El arte tiene el privilegio de ser considerado una salida a las capacidades transformadoras del hombre. Y el dolor, en ese sentido es uno de los temas más fecundos pues el ser humano artista o no no, en algún momento de su vida ha conocido de cerca o de lejos el dolor y si es artista, indefectiblemente repercutirá en su obra.

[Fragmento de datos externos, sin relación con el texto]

int optimise_command(const std::vector<std::string>& args) {
  std::string file, report, rates_file, objective = "cost";
  bool as_json = false;
  std::vector<armature::StudyAxis> axes;
  for (std::size_t i = 0; i < args.size(); ++i) {
    const std::string& a = args[i];
    auto value = [&]() -> const std::string* { return i + 1 < args.size() ? &args[++i] : nullptr; };
    if (a == "--help" || a == "-h") return help();
    if (a == "--json") as_json = true;
    else if (a == "--report") {
      const auto* v = value();
      if (!v) return usage_error("--report needs a file name (.html or .md)");
      report = *v;
    } else if (a == "--rates") {
      const auto* v = value();
      if (!v) return usage_error("--rates needs a JSON file of rates");
      rates_file = *v;
    } else if (a == "--objective") {
      const auto* v = value();
      if (!v) return usage_error("--objective needs one of cost, carbon, depth, steel_mass");
      objective = *v;
      if (objective != "cost" && objective != "carbon" && objective != "depth" && objective != "steel_mass")
        return usage_error("--objective must be one of cost, carbon, depth, steel_mass, got " + objective);
    } else if (a == "--vary") {
      const auto* v = value();
      if (!v) return usage_error("--vary needs PATH=VALUES, e.g. slab.thickness_mm=150:300:10");
      const auto eq = v->find('=');
      if (eq == std::string::npos || eq == 0)
        return usage_error("--vary " + *v + ": write PATH=VALUES, e.g. slab.thickness_mm=150:300:10");
      armature::StudyAxis axis{v->substr(0, eq), {}};
      const std::string problem = vary_values(v->substr(eq + 1), axis.values);
      if (!problem.empty()) return usage_error("--vary " + *v + ": " + problem);
      for (const auto& other : axes)
        if (other.path == axis.path) return usage_error("--vary " + axis.path + " is given twice");
      axes.push_back(std::move(axis));
    } else if (a.size() > 1 && a[0] == '-' && a != "-") return usage_error("unknown option " + a);
    else if (file.empty()) file = a;
    else return usage_error("optimise takes one request file, got also " + a);
  }
  if (file.empty()) return usage_error("optimise needs a request file, or - for standard input");
  if (axes.empty()) return usage_error("optimise needs at least one --vary PATH=VALUES");
  double candidates = 1.0;
  for (const auto& axis : axes) candidates *= static_cast<double>(axis.values.size());
  if (candidates > static_cast<double>(max_candidates))
    return usage_error("--vary: the axes make more than a million candidates");
  if (rates_file.empty() && (objective == "cost" || objective == "carbon"))
    return usage_error("--rates is needed for the " + objective + " objective (no rate is built in)");
  if (rates_file == "-" && file == "-") return usage_error("--rates and the request cannot both be standard input");
  if (int bad = check_report(report, file)) return bad;
  if (!rates_file.empty() && !report.empty() && rates_file != "-") {
    std::error_code ec;
    if (std::filesystem::equivalent(report, rates_file, ec))
      return usage_error("--report would overwrite the rates file " + rates_file);
  }
  nlohmann::json request, rates;
  if (!read_json(file, "request", request)) return exit_input;
  if (!rates_file.empty() && !read_json(rates_file, "rates", rates)) return exit_input;

  const armature::Study study(request, axes);
  armature::Optimisation found;
  try {
    found = armature::optimise(armature::Registry::shared(), study, objective, rates);
  } catch (const armature::InputError& e) {
    for (const auto& p : e.problems()) std::cerr << "armature: " << p.text() << "\n";
    return exit_input;
  }
  const auto& chosen = found.rows[found.chosen];
  const std::string unit = armature::objective_unit(found.objective);
  auto values_of = [&](std::size_t i) {
    std::string out;
    for (std::size_t a = 0; a < study.axes().size(); ++a)
      out += (a ? ", " : "") + study.axes()[a].path + "=" +
             [](const nlohmann::json& v) { return v.is_string() ? v.get<std::string>() : v.dump(); }(
                 study.axes()[a].values[study.value_index(i, a)]);
    return out;
  };
  std::string before = "Optimised  " + objective + " (" + unit + "): " + found.message + "\n";
  before += std::string(found.chosen_passes ? "Chosen     " : "Least-failing (FAIL) ") + values_of(found.chosen) +
            ": " + armature::plain_number(chosen.objective) + " " + unit + "\n";
  before += "Front      passing candidates no thinner one beats (thickness, objective):\n";
  std::vector<std::size_t> front;
  for (std::size_t i = 0; i < found.rows.size(); ++i)
    if (found.rows[i].pareto) front.push_back(i);
  std::sort(front.begin(), front.end(), [&](std::size_t x, std::size_t y) {
    return found.rows[x].thickness_mm < found.rows[y].thickness_mm;
  });
  if (front.empty()) before += "           (none passes)\n";
  for (std::size_t i : front)
    before += "           " + armature::plain_number(found.rows[i].thickness_mm) + " mm  " +
              armature::plain_number(found.rows[i].objective) + " " + unit + "  (" + values_of(i) + ")\n";
  before += "Caution    " + std::string(armature::caution_text) + "\n\n";
  return design_and_write(study.request(found.chosen), report, as_json, before);
}

}  // namespace

int main(int argc, char** argv) {
  try {
    std::vector<std::string> args(argv + 1, argv + argc);
    if (args.empty()) return usage_error("no command given");
    if (args[0] == "--version") {
      std::cout << "armature " << armature::version_string() << "\n";
      return exit_pass;
    }
    if (args[0] == "--help" || args[0] == "-h") return help();
    if (args[0] == "codes") {
      if (args.size() == 2 && (args[1] == "--help" || args[1] == "-h")) return help();
      if (args.size() > 1) return usage_error("codes takes no arguments");
      return list_codes();
    }
    if (args[0] == "design") return design_command({args.begin() + 1, args.end()});
    if (args[0] == "optimise") return optimise_command({args.begin() + 1, args.end()});
    return usage_error("unknown command " + args[0]);
  } catch (const std::exception& e) {
    std::cerr << "armature: internal error: " << e.what() << "\n";
    return exit_internal;
  } catch (...) {
    std::cerr << "armature: internal error\n";
    return exit_internal;
  }
}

El artista y con él el arte puede plasmar las diversas experiencias, a modo de explicación personal o como un motivo más de su ingente capacidad algún tipo de dolor vivido. Se dan así una doble vertiente: por un lado expondrá el tema como detalle de la vida y por otro servirá para que se conozca al autor; algo así como aquellas dos máximas literarias del arte por el arte, como capricho y el arte como experiencia, como escuela, como necesidad.
El dolor, como forma es anecdótica y desde la perspectiva formal no se explica, sólo se ejemplifica como manera de testimonio, de recuerdo.
El dolor es una condición humana que afecta a cada persona y que se siente como algo propio, algo único. Aun así, es una experiencia vital compartida, universal y atemporal que soportamos por el simple (o no tan simple) hecho de existir.
Su representación en el arte existe desde los orígenes y se mantiene hoy en día. Existe el tópico (bien nutrido por la propia Historia del Arte) de que si eres artista estás condenado a sufrir. Tu visión y tu actitud ante la vida te va a crear heridas profundas en las que podrás meter el dedo y sacarlo manchado tanto de sangre como de oro.